# RT-N56U router wont connect to my cable modem



## Torenko (Oct 14, 2007)

I bought an ASUS Black Diamond Dual Band Wireless-N 600 Router (RT-N56U) to upgrade from my older router but I'm having a problem: It won't connect to my cable modem (via the WAN ethernet port), so I can't connect to the internet.

http://i43.tinypic.com/ftdk4y.jpg http://i42.tinypic.com/11ih508.jpg

When I connect the router to my computer via ethernet cable, the light on the ethernet port of the router comes on (an orange LED light), but when I connect my cable modem (or computer) to the the router through the WAN ethernet port, the WAN port's LED does not come on at all and I keep getting an error message on my browser saying that I need to make sure the ethernet cable is connected.

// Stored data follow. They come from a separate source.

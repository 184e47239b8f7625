package experiment

import (
	"fmt"
	"reflect"
	"strconv"
	"strings"
	"unicode/utf8"

	"github.com/eddyblock/eddyblock/internal/tomltext"
	"github.com/eddyblock/eddyblock/qg"
	"github.com/eddyblock/eddyblock/qg/block"
	"github.com/eddyblock/eddyblock/wavemaker"
)

// KeyDoc documents one key, or one table, of a configuration file.
type KeyDoc struct {
	// Key is the dotted key as a file writes it ("model.dt",
	// "model.sponge"). The keys of each element of an array of tables
	// carry "[]" after the array's name ("wavemaker.mask.patches[].x").
	Key string
	// Meaning says what the key sets.
	Meaning string
	// Unit is the unit in UDUNITS-2 syntax ("m s-1", "days", and "1" for a
	// number without dimension); empty for tables, strings and booleans.
	// The hyperviscosity's unit depends on its order; Documented prints
	// the unit of the configuration's order.
	Unit string
	// Allowed is the range or the choices that the validators accept
	// (Config.Validate and what it calls); empty for tables.
	Allowed string
}

// caution is the one sentence on what the model is not for.
const caution = "An idealised research model, not a weather forecast: do not use it for any decision about safety."

// KeyDocs returns the documentation of every table and key of a
// configuration file, in the order Documented prints them.
func KeyDocs() []KeyDoc {
	return []KeyDoc{
		{Key: "name", Meaning: "Name of the experiment, printed in reports and written in the output files", Allowed: "any text"},

		{Key: "model", Meaning: "The two-layer quasi-geostrophic model: grid, domain, physics, dissipation and time stepping"},
		{"model.nx", "Grid points in x (west to east)", "1", "a power of two from 8 to 8192"},
		{"model.ny", "Grid points in y (south to north)", "1", "a power of two from 8 to 8192"},
		{"model.lx", "Length of the doubly periodic domain in x", "m", "greater than 0"},
		{"model.ly", "Length of the doubly periodic domain in y", "m", "greater than 0"},
		{"model.f0", "Coriolis parameter f0", "s-1", "greater than 0"},
		{"model.beta", "Meridional gradient of the Coriolis parameter, beta", "m-1 s-1", "0 or greater"},
		{"model.ld", "Deformation radius Ld of the two-layer model", "m", "greater than 0"},
		{"model.delta", "Ratio of the layer depths, upper over lower, H1/H2", "1", "greater than 0"},
		{"model.u1", "Imposed uniform zonal flow of the upper layer (positive eastward)", "m s-1", "any finite number"},
		{"model.u2", "Imposed uniform zonal flow of the lower layer (positive eastward)", "m s-1", "any finite number"},
		{"model.drag", "Linear Ekman drag rate on the lower layer", "s-1", "0 or greater (0: no drag)"},
		{"model.dt", "Time step", "s",
			"greater than 0, and stable with the scheme for the imposed flow, the fastest linear wave and a hyperviscosity"},
		{"model.scheme", "Time-stepping scheme", "",
			`"rk4" (classical fourth-order Runge-Kutta) or "ab3" (third-order Adams-Bashforth)`},
		{"model.max_cfl", "Largest CFL number allowed: a run that exceeds it stops with an error", "1", "greater than 0"},
		{"model.workers", "Goroutines used inside a time step (the results are the same for any number)", "1", "an integer, 1 or more"},

		{Key: "model.scale_selective", Meaning: "Scale-selective dissipation of the smallest resolved scales"},
		{"model.scale_selective.kind", "Kind of scale-selective dissipation", "",
			`"none", "filter" (an exponential cutoff filter, exact per step) or "hyperviscosity" (-viscosity (-Laplacian)^order q)`},
		{"model.scale_selective.filter_time", "E-folding time of the filter at the largest retained wavenumber", "s", "greater than 0"},
		{"model.scale_selective.filter_cutoff", "Wavenumber where the filter starts, as a fraction of the largest retained wavenumber",
			"1", "strictly between 0 and 1"},
		{"model.scale_selective.filter_order", "Power of the filter's damping-rate profile above the cutoff", "1", "greater than 0"},
		{"model.scale_selective.viscosity", "Hyperviscosity coefficient", "m(2 order) s-1",
			"greater than 0, and within the scheme's stability limit at dt (checked before the first step)"},
		{"model.scale_selective.order", "Power of the Laplacian in the hyperviscosity (1: an ordinary viscosity)", "1", "an integer from 1 to 8"},

		{Key: "model.sponge", Meaning: "Sponge: a band of Newtonian damping in x that absorbs eddies before they re-enter the periodic domain"},
		{"model.sponge.rate", "Peak damping rate, at the band's centre (a raised cosine falling to 0 at its edges)", "s-1",
			"0 or greater (0: no sponge)"},
		{"model.sponge.width", "Full width of the sponge band", "m", "greater than 0, at most lx"},
		{"model.sponge.x", "Centre of the sponge band, from the western edge", "m", "0 to lx"},

		{Key: "block", Meaning: "The prescribed block and how the model maintains it"},
		{"block.shape", "Shape of the block", "", `"none" (no block), "dipole" or "modon" (an empty value means "none")`},
		{"block.mode", "How the block is maintained", "",
			`"fixed" (a steady background under evolving eddies), "forced" (by a steady forcing), ` +
				`"relaxed" (by relaxation towards it) or "free" (not at all)`},
		{"block.relax_time", "Relaxation time of the relaxed mode", "s", "greater than 0"},
		{"block.linear", "Drop the eddy-eddy interaction: linear eddies on the fixed block", "", `true only with mode = "fixed", false otherwise`},

		{Key: "block.dipole", Meaning: "Dipole block: a Gaussian high poleward and a Gaussian low equatorward of the centre"},
		{"block.dipole.x", "Centre of the dipole, from the western edge", "m", "0 to lx"},
		{"block.dipole.y", "Centre of the dipole, from the southern edge", "m", "0 to ly"},
		{"block.dipole.radius", "Gaussian e-folding radius of each lobe", "m", "greater than 0, with 4 radius at most lx and at most ly"},
		{"block.dipole.separation", "Distance between the centres of the high and the low", "m",
			"greater than 0, with separation + 4 radius at most ly"},
		{"block.dipole.height", "Amplitude as the geopotential height of each lobe in the upper layer, Z = f0 psi / g", "m",
			"0 or greater; give height or psi, not both, and one of them greater than 0"},
		{"block.dipole.psi", "Amplitude as the streamfunction of each lobe in the upper layer", "m2 s-1",
			"0 or greater; give height or psi, not both, and one of them greater than 0"},
		{"block.dipole.baroclinic", "Vertical structure: the lower layer's psi is (1 - baroclinic) times the upper layer's", "1",
			"0 to 2 (0: barotropic, 1: upper layer only, 2: purely baroclinic)"},

		{Key: "block.modon", Meaning: "Modon block: the barotropic beta-plane modon (Stern 1975; Larichev and Reznik 1976), outer decay rate sqrt(beta/speed)"},
		{"block.modon.x", "Centre of the modon, from the western edge", "m", "0 to lx"},
		{"block.modon.y", "Centre of the modon, from the southern edge", "m", "0 to ly"},
		{"block.modon.radius", "Radius of the circle that separates the inner and the outer solutions", "m",
			"greater than 0, with the diameter at most half the shorter domain length"},
		{"block.modon.speed", "Eastward speed c of the exact solution relative to the fluid", "m s-1",
			"greater than 0, with the outer field down to 5 % of its value at the radius at half the shorter domain length"},
		{"block.modon.polarity", "Which way round the modon is", "",
			`"high_poleward" (a block; hold it with the forced mode) or "low_poleward" (the exact travelling solution); an empty value means "high_poleward"`},
		{"block.modon.height", "Peak geopotential height of the high in the upper layer (0: the exact solution's amplitude)", "m",
			"0 or greater, not together with psi"},
		{"block.modon.psi", "Peak streamfunction of the high (0: see height)", "m2 s-1", "0 or greater, not together with height"},
		{"block.modon.baroclinic", "Vertical structure: the lower layer's psi is (1 - baroclinic) times the upper layer's", "1",
			"0 to 2 (only 0 gives an exact solution of the two-layer model)"},

		{Key: "wavemaker", Meaning: "The wave source: a PV forcing upstream of the block that feeds it eddies"},
		{"wavemaker.kind", "What the wave source does", "",
			`"white" (white noise), "red" (red noise, an Ornstein-Uhlenbeck process), "wavetrain" (a deterministic wave train) or "none"`},
		{"wavemaker.correlation_time", "Correlation time of the red noise", "s", "greater than 0"},
		{"wavemaker.vertical", "Vertical structure of the forcing", "",
			`"upper", "lower", "barotropic" (equal PV in both layers) or "baroclinic" (no depth-integrated flow)`},
		{"wavemaker.injection_rate", "Target energy injection rate of the noise, per unit mass, domain mean", "m2 s-3", "greater than 0"},
		{"wavemaker.seed", "Seed of the noise's random numbers (the same seed draws the same forcing)", "1",
			"an integer from 0 to 9223372036854775807 (the largest a TOML file can hold)"},

		{Key: "wavemaker.mask", Meaning: "Where the wave source acts"},
		{"wavemaker.mask.kind", "Shape of the region", "",
			`"none" (the whole domain), "patch" (one Gaussian patch) or "patches" (a sum of Gaussian patches, listed below)`},
		{"wavemaker.mask.x", "Centre of the patch, from the western edge", "m", "0 to lx"},
		{"wavemaker.mask.y", "Centre of the patch, from the southern edge", "m", "0 to ly"},
		{"wavemaker.mask.width_x", "E-folding half-width of the patch in x", "m", "greater than 0, at most lx/4"},
		{"wavemaker.mask.width_y", "E-folding half-width of the patch in y", "m", "greater than 0, at most ly/4"},
		{Key: "wavemaker.mask.patches", Meaning: "One Gaussian patch of the mask; one such table per patch", Allowed: "at least one patch"},
		{"wavemaker.mask.patches[].x", "Centre of this patch, from the western edge", "m", "0 to lx"},
		{"wavemaker.mask.patches[].y", "Centre of this patch, from the southern edge", "m", "0 to ly"},
		{"wavemaker.mask.patches[].width_x", "E-folding half-width of this patch in x", "m", "greater than 0, at most lx/4"},
		{"wavemaker.mask.patches[].width_y", "E-folding half-width of this patch in y", "m", "greater than 0, at most ly/4"},

		{Key: "wavemaker.band", Meaning: "Wavenumber band of the noise, as a range of wavelengths (the mean is never forced)"},
		{"wavemaker.band.kind", "How a mode's wavelength is measured", "",
			`"total" (2 pi / total wavenumber) or "zonal" (2 pi / zonal wavenumber, any meridional one)`},
		{"wavemaker.band.min_wavelength", "Shortest wavelength forced", "m", "greater than 0; the band must hold a mode the grid retains"},
		{"wavemaker.band.max_wavelength", "Longest wavelength forced", "m", "greater than 0, at least min_wavelength"},

		{Key: "wavemaker.train", Meaning: "Deterministic wave train: a PV tendency A m(x, y) cos(k x + l y - omega t), k = 2 pi / wavelength_x, l = 2 pi / wavelength_y"},
		{"wavemaker.train.wavelength_x", "Zonal wavelength, signed (0: zero zonal wavenumber)", "m",
			"any finite number, resolved by the grid, not 0 with wavelength_y; without a mask, lx/wavelength_x whole"},
		{"wavemaker.train.wavelength_y", "Meridional wavelength, signed (0: zero meridional wavenumber)", "m",
			"any finite number, resolved by the grid, not 0 with wavelength_x; without a mask, ly/wavelength_y whole"},
		{"wavemaker.train.frequency", "Angular frequency omega (with a positive wavelength_x, omega > 0 moves the phase lines east)", "rad s-1",
			"any finite number"},
		{"wavemaker.train.amplitude", "Peak PV tendency A, at the mask's peak", "s-2", "greater than 0"},

		{Key: "run", Meaning: "Length of the run and what it records"},
		{"run.days", "Length of the run, model time", "days", "greater than 0"},
		{"run.spin_up_days", "Time before the diagnostics start averaging", "days", "0 or greater, shorter than days"},
		{"run.report_days", "Interval between progress reports (and checkpoints)", "days", "greater than 0"},
		{"run.sample_steps", "Time steps between diagnostic samples", "1", "an integer, 1 or more"},
		{"run.snapshot_days", "Interval between the snapshots of psi and q in the output directory (rounded to whole steps)", "days",
			"0 or greater (0: no snapshots)"},

		{Key: "diagnostics", Meaning: "How the diagnostics define eddies and project them on the block"},
		{"diagnostics.norm", "Inner product of the projections on the block", "",
			`"layer" (the plain mass-weighted psi inner product) or "energy" (the two-layer energy inner product); an empty value means "energy"`},
		{"diagnostics.transient", "In the fixed mode, take the eddies as departures from their own time mean instead of the whole eddy state", "",
			"true or false"},
	}
}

I've tried three different ethernet cables, including the one that came with the router, with no luck (WAN LED lights never come on, so I assume that this means that there is no activity at all). I've also tried cloning the MAC address, restoring to factory default, updating the routers firmware, and holding the reset button on the modem for 15 seconds, among other things. Does anyone have an idea of what the problem could be?

Also, something that might be worth noting: While one end is connected to my modem, if I plug the ethernet cord into one of the 4 ethernet ports on the router, the green LED instantly turns on but, as I said before, there's no activity when plugged into the WAN port.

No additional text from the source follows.